Lie berujar, suap itu diberikan mereka agar Stepanus Robin dan seorang pengacara bernama Maskur Husain membantu perkara mereka di KPK.

Lie menyampaikan, Stepanus merupakan penyidik KPK sejak 15 Agustus 2019. Dia ikut bertugas melakukan penyidikan atas tindak pidana korupsi yang ditangani KPK bersama penyidik lainnya.

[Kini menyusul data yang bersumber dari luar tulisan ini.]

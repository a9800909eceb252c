// Package sight finds the region seen from a point and answers "does a see b".
//
// The method is triangular expansion (Bungiu, Hemmer, Hershberger, Huang and Kröller, "Efficient computation of visibility
// polygons", EuroCG 2014): from the triangles around the eye, cones bounded by two directions pass from triangle to
// triangle through every edge that does not stop sight at the eye's height. Whether a corner splits a cone is the sign of
// a cross product of grid vectors. Cones of zero width die, so the region is closed and regularised: touching a corner
// does not block, and a sliver of sight without width does not count. A wall seen edge-on hides nothing.
//
// Directions are grid vectors from the eye. Points of the border that lie off the grid are kept as a direction and a
// fraction of it, exact, and become floating point only to be measured or drawn. x points right, y up, rings run
// counter-clockwise. The package does not know heights of targets: everything lies in the plane of the eye.
package sight
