package raster

import (
	"image"
	"image/color"

	"enfilade/canvas/paint"
)

// Frame draws overlays over bases. It keeps one image and what drawing needs; it is not for concurrent use.
type Frame struct {
	img    *image.RGBA
	fill   *filler
	k      float64
	glyphs *glyphs
	paint  painter
	canvas canvas
	inked  pairs   // the colour of the base's ink
	clip   []uint8 // coverage of the region that is being washed
	rim    []paint.Pt
}

// Draw copies the base and blends the overlay into it. The image is tight, begins at (0, 0), is opaque, and belongs to the
// frame: it is good until the next call. The overlay has the size of the base; where it is larger it is cut.
func (f *Frame) Draw(b *Base, overlay *paint.List) *image.RGBA {
	f.resize(b.W, b.H, overlay.K)
	copy(f.img.Pix, b.Image.Pix)
	p := &f.paint
	f.inked = pairsOf(b.InkColour)
	for i := range overlay.Ops {
		op := &overlay.Ops[i]
		f.canvas.clipX, f.canvas.clipY = overlay.Left, overlay.Left
		if op.Free {
			f.canvas.clipX, f.canvas.clipY = 0, 0
		}
		p.under, p.inkColour = nil, nil
		switch op.Ink {
		case paint.LowInk:
			p.under = b.Low
		case paint.HardInk:
			p.under, p.inkColour = b.Ink, &f.inked
		}
		f.step(overlay, op)
	}
	return f.img
}

func (f *Frame) resize(w, h int, k float64) {
	if f.img != nil && f.img.Rect.Dx() == w && f.img.Rect.Dy() == h && f.k == k {
		return
	}
	if f.glyphs == nil {
		f.glyphs = newGlyphs()
	}
	f.img = image.NewRGBA(image.Rect(0, 0, w, h))
	f.fill, f.k = newFiller(w, h, k), k
	f.clip = make([]uint8, w*h)
	f.canvas = canvas{pix: f.img.Pix, w: w, h: h}
	f.paint = painter{canvas: &f.canvas}
}

// step draws one step of the overlay.
func (f *Frame) step(l *paint.List, op *paint.Op) {
	p := &f.paint
	p.mode, p.clip, p.store = solid, nil, nil
	p.colour(op.Colour)
	switch op.Kind {
	case paint.Fill:
		if p.under == nil && fillRects(p, l, op) {
			return
		}
		f.fill.open(l, op, 0)
		f.fill.r.UseNonZeroWinding = !op.EvenOdd
		f.fill.fill(l, op)
		f.fill.r.Rasterize(p)
	case paint.Stroke:
		s := l.Strokes[op.Style]
		f.fill.open(l, op, s.Width*2+1)
		f.fill.stroke(l, op, s)
		f.fill.r.Rasterize(p)
	case paint.Hatch:
		p.hatch.set(l.Hatches[op.Style])
		p.mode = hatched
		f.fill.open(l, op, 0)
		f.fill.fill(l, op)
		f.fill.r.Rasterize(p)
	case paint.Wash:
		f.washRegion(l, op)
	case paint.Text:
		p.under = nil
		f.glyphs.paintText(p, l, op)
	}
}

// washRegion blends the wash and puts the region's coverage down; the strokes along its border are cut to that.
func (f *Frame) washRegion(l *paint.List, op *paint.Op) {
	p := &f.paint
	w := l.Washes[op.Style]
	clear(f.clip)
	p.wash.set(w)
	p.mode, p.store = washed, f.clip
	f.fill.open(l, op, 0)
	f.fill.fill(l, op)
	f.fill.r.Rasterize(p)
	p.mode, p.store, p.clip = solid, nil, f.clip
	for _, width := range w.Rims {
		if w.RimStrength <= 0 || width <= 0 {
			continue
		}
		p.colour(color.NRGBA{R: op.Colour.R, G: op.Colour.G, B: op.Colour.B, A: uint8(w.RimStrength*255 + 0.5)})
		f.fill.open(l, op, width)
		for _, sub := range l.Path(op) {
			f.rim = spaced(f.rim[:0], l.Points[sub.First:sub.Last])
			f.fill.strokeRun(f.rim, true, paint.StrokeStyle{Width: width})
		}
		f.fill.r.Rasterize(p)
	}
}

// spaced appends those points of a closed path that lie half a pixel from the one before: a rim is too faint and wide to show
// less, and each corner costs.
func spaced(dst, path []paint.Pt) []paint.Pt {
	for _, q := range path {
		if n := len(dst); n > 0 {
			if dx, dy := q.X-dst[n-1].X, q.Y-dst[n-1].Y; dx*dx+dy*dy < 0.25 {
				continue
			}
		}
		dst = append(dst, q)
	}
	return dst
}

// fillRects fills a path of rectangles on whole pixels directly. It reports false when the path is something else, or when
// its rectangles could overlap and show it.
func fillRects(p *painter, l *paint.List, op *paint.Op) bool {
	subs := l.Path(op)
	if op.Colour.A != 255 && len(subs) > 1 {
		return false
	}
	for _, s := range subs {
		if _, ok := rectOf(l.Points[s.First:s.Last]); !ok {
			return false
		}
	}
	for _, s := range subs {
		r, _ := rectOf(l.Points[s.First:s.Last])
		x0, x1 := max(r.Min.X, p.clipX), min(r.Max.X, p.w)
		for y := max(r.Min.Y, p.clipY); y < min(r.Max.Y, p.h) && x0 < x1; y++ {
			p.span(y, x0, x1, 255)
		}
	}
	return true
}

// rectOf returns the rectangle that four points span in order, if it lies on whole pixels.
func rectOf(pts []paint.Pt) (image.Rectangle, bool) {
	if len(pts) != 4 {
		return image.Rectangle{}, false
	}
	a, c := pts[0], pts[2]
	if pts[1] != (paint.Pt{X: c.X, Y: a.Y}) || pts[3] != (paint.Pt{X: a.X, Y: c.Y}) {
		return image.Rectangle{}, false
	}
	r := image.Rect(int(a.X), int(a.Y), int(c.X), int(c.Y))
	whole := float32(int(a.X)) == a.X && float32(int(a.Y)) == a.Y && float32(int(c.X)) == c.X && float32(int(c.Y)) == c.Y
	return r, whole
}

Pada 2 Juli 2020, Riefka Amalia, adik dari teman Stepanus membuka rekening tabungan BCA atas permintaan dan demi kepentingan Stepanus. Kartu ATM rekening tersebut dipegang Stepanus dan Riefka Amalia dapat mengakses rekening tersebut dengan layanan aplikasi M- banking.

"Selain itu, terdakwa (Stepanus) juga mencari lokasi (safe house) guna tempat bertemu terdakwa dengan Maskur Husain dan pihak lain untuk melakukan serah-terima uang," ucapnya.

Atas tindakannya, Robin dan Maskur didakwa melanggar Pasal 12 huruf a atau Pasal 11 jo Pasal 18 Undang-Undang (UU) Nomor 31 Tahun 1999 sebagaimana diubah dengan UU Nomor 20 Tahun 2001 tentang Pemberantasan Tindak Pidana Korupsi jo padal 55 ayat 1 ke-1 jo pasal 65 ayat 1 KUHP.

Sidang akan dilanjutkan dengan agenda pemeriksaan saksi pada 20 September 2021. Hal ini karena, Stepanus Robin tak mengajukan nota keberatan atau eksepsi.